# Gelöst: Kernelconfig verloren - wiederherstellbar?

## Karsten1973

Hallo,

habe versehentlich meine .config für den Kernel gelöscht. Jetzt habe ich nur noch eine alte Kopie auf /boot liegen. Kann ich aus dem aktuellen von mir verwendeten Kernel die Konfiguration irgendwie wieder auslesen?

Danke für jede Hilfe!

----------

## 69719

cat /proc/config.gz | gunzip > /usr/src/linux/.config

natürlich muss der support für die kernel config im laufenden kernel aktiviert worden sein

----------

## 76062563

 *escor wrote:*   

> cat /proc/config.gz | gunzip > /usr/src/linux/.config
> 
> ...

 

Oder gleich zcat /proc/config.gz > /usr/src/linux/.config   :Smile: 

----------

## 69719

yeah baby  8)

----------

## Finswimmer

Ist die Funktion standarmäßig aktiviert?

Aus irgendeinem Grund wurde mir schon zweimal aus /usr/src/ mein, per Hand, installierter Kernel von kernel.org samt config Datei gelöscht.

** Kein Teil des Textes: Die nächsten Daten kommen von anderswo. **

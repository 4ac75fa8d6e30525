"""Figures: drawn headless, the same bytes twice, to scale, and true to the functions that they show."""

from __future__ import annotations

import subprocess
import sys
from dataclasses import replace
from pathlib import Path

import numpy as np
import pytest
from matplotlib import rcParams
from PIL import Image

from tests.synthetic import CORE_NM, RADIUS_NM, core_shell_result, round_mesh, round_modes
from wiresolve.describe.problem import Carriers
from wiresolve.output import figures
from wiresolve.output.raster import edges, outline, raster
from wiresolve.units import CONDUCTANCE_QUANTUM_SIEMENS


def signed_area(loop: np.ndarray) -> float:
    x, y = loop.T
    return float(0.5 * np.sum(x[:-1] * y[1:] - x[1:] * y[:-1]))


def test_outlines_are_circles_around_their_regions() -> None:
    found = edges(round_mesh())
    shell, core = outline(found, 0), outline(found, 1)
    assert len(core) == 1
    assert np.hypot(*core[0].T) == pytest.approx(CORE_NM, rel=1e-6)
    # Straight pieces lie inside the arc; the hole of the shell runs clockwise.
    areas = sorted(signed_area(loop) for loop in shell)
    assert areas == pytest.approx([-np.pi * CORE_NM**2, np.pi * RADIUS_NM**2], rel=1e-3)
    assert sum(found.on_outline) < len(found.lines)
    assert np.array_equal(np.unique(found.regions), [-1, 0, 1])


def test_pixels_show_the_function() -> None:
    mesh = round_mesh()
    orders = [(0, 1, False), (1, 1, True), (2, 1, False)]
    half = 1.05 * RADIUS_NM
    pixels = raster(mesh, (-half, half, -half, half), 90)
    centre = -half + (np.arange(90) + 0.5) * 2 * half / 90
    x, y = np.meshgrid(centre, centre)
    inside = np.hypot(x, y) < RADIUS_NM
    exact = round_modes(np.column_stack([x.ravel(), y.ravel()]), orders)
    for column in range(3):
        image = pixels.image(round_modes(mesh.points, orders)[:, column])
        assert np.isfinite(image[np.hypot(x, y) < RADIUS_NM - 0.05]).all()
        assert np.isnan(image[np.hypot(x, y) > RADIUS_NM + 0.05]).all()
        shown = np.isfinite(image) & inside
        # A cell's place is found between its nodes with straight lines, good to a few thousandths of the largest value.
        off = np.abs(image - exact[:, column].reshape(image.shape))[shown]
        assert off.max() < 4e-3 * np.abs(exact[:, column]).max()


def test_all_figures_are_written_twice_alike(tmp_path: Path) -> None:
    result = core_shell_result()
    before = dict(rcParams)
    for name in ("a", "b"):
        (tmp_path / name).mkdir()
        figures.save_all(result, tmp_path / name)
    assert dict(rcParams) == before
    names = {f"{name}.{kind}" for name in figures.FIGURES for kind in ("png", "svg")}
    assert {p.name for p in (tmp_path / "a").iterdir()} == names
    for name in names:
        assert (tmp_path / "a" / name).read_bytes() == (tmp_path / "b" / name).read_bytes(), name
    for path in (tmp_path / "a").glob("*.png"):
        with Image.open(path) as image:
            colours = np.unique(np.asarray(image.convert("RGB")).reshape(-1, 3), axis=0)
            width_mm = image.width / image.info["dpi"][0] * 25.4
        assert len(colours) > 20, path
        assert width_mm == pytest.approx(86, abs=0.3) or width_mm == pytest.approx(178, abs=0.3), path


def test_the_scale_bar_is_to_scale() -> None:
    figure = figures.section(core_shell_result())
    drawing, key = figure.axes
    bar = key.lines[0]
    drawn = np.ptp(key.transData.transform(bar.get_xydata())[:, 0])
    length_nm = float(key.texts[0].get_text().removesuffix(" nm"))
    (left, _), (right, top) = drawing.transData.transform([(0, 0), (length_nm, length_nm)])
    assert drawn == pytest.approx(right - left, rel=1e-9)
    assert top - drawing.transData.transform((0, 0))[1] == pytest.approx(right - left, rel=1e-9)
    texts = [text.get_text() for text in key.texts]
    assert texts[1:] == ["core: GaAs", "layer 1: Al0.3Ga0.7As"]


def test_microsiemens_stand_beside_the_quantum() -> None:
    result = core_shell_result()
    left, right = figures.conductance(result).axes
    ratio = np.array(right.get_ylim()) / np.maximum(left.get_ylim(), 1e-300)
    # G0 = 2 e^2 / h = 77.48091729 microsiemens (CODATA 2018, exact).
    assert ratio[1] == pytest.approx(77.48091729, rel=1e-9)
    assert ratio[1] == pytest.approx(1e6 * CONDUCTANCE_QUANTUM_SIEMENS)
    assert [line.get_label() for line in left.lines[:3]] == ["4.2 K", "77 K", "300 K"]


def test_a_pair_is_drawn_as_two_and_counted_as_four() -> None:
    ladder = figures.levels(core_shell_result(3)).axes[0]
    texts = [text.get_text() for text in ladder.texts if "±" in text.get_text()]
    assert [text.split()[-1] for text in texts] == ["(×2)", "(×4)"]
    assert len(ladder.patches) == 3


def test_one_subband_and_many(tmp_path: Path) -> None:
    for count in (1, 30):
        result = core_shell_result(count)
        grid = figures.modes(result)
        assert len(grid.axes) == min(count, figures.MOST_MODES)
        figures.levels(result)
        figures.dispersion(result)


def test_one_level_without_bar_or_temperature_can_be_drawn(tmp_path: Path) -> None:
    result = core_shell_result(1)
    problem = replace(result.problem, carriers=Carriers(temperature_K=(0.0,)))
    bare = replace(result, problem=problem, subbands=(replace(result.subbands[0], error_eV=0.0),), conductance=())
    assert len(figures.save_all(bare, tmp_path)) == 2 * len(figures.FIGURES)


def test_neither_pyplot_nor_a_renderer_is_loaded() -> None:
    script = (
        "import sys, wiresolve.output.figures, wiresolve.output.vtk\n"
        "import vtkmodules.vtkIOXML, vtkmodules.util.numpy_support\n"
        "print(*(m for m in sys.modules if 'pyplot' in m or 'Rendering' in m or 'OpenGL' in m or m == 'pyvista'))"
    )
    run = subprocess.run([sys.executable, "-c", script], capture_output=True, text=True, check=False)
    assert (run.stdout.strip(), run.stderr) == ("", "")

Und die config.gz ist auch nicht existent.

Löscht gentoo-sources aus irgendeinem Grund den alten Kernel?

Tobi

----------

## 69719

Denke nicht, dass die standardmäßig aktivert ist.

Du meinst /usr/src/linux ist nicht mehr dein per hand installierter Kernel.

Das könnte daran liegen, dass du das USE Flag "symlink" verwendest.

----------

## Finswimmer

 *escor wrote:*   

> Denke nicht, dass die standardmäßig aktivert ist.
> 
> Du meinst /usr/src/linux ist nicht mehr dein per hand installierter Kernel.
> 
> Das könnte daran liegen, dass du das USE Flag "symlink" verwendest.

 

Nee. Ich will damit sagen, dass der gesamte Ordner /usr/src/linux-2.6.14.3 nicht mehr da ist.

Der Symlink hat sich auch auf ein neues Verzeichnis eingestellt...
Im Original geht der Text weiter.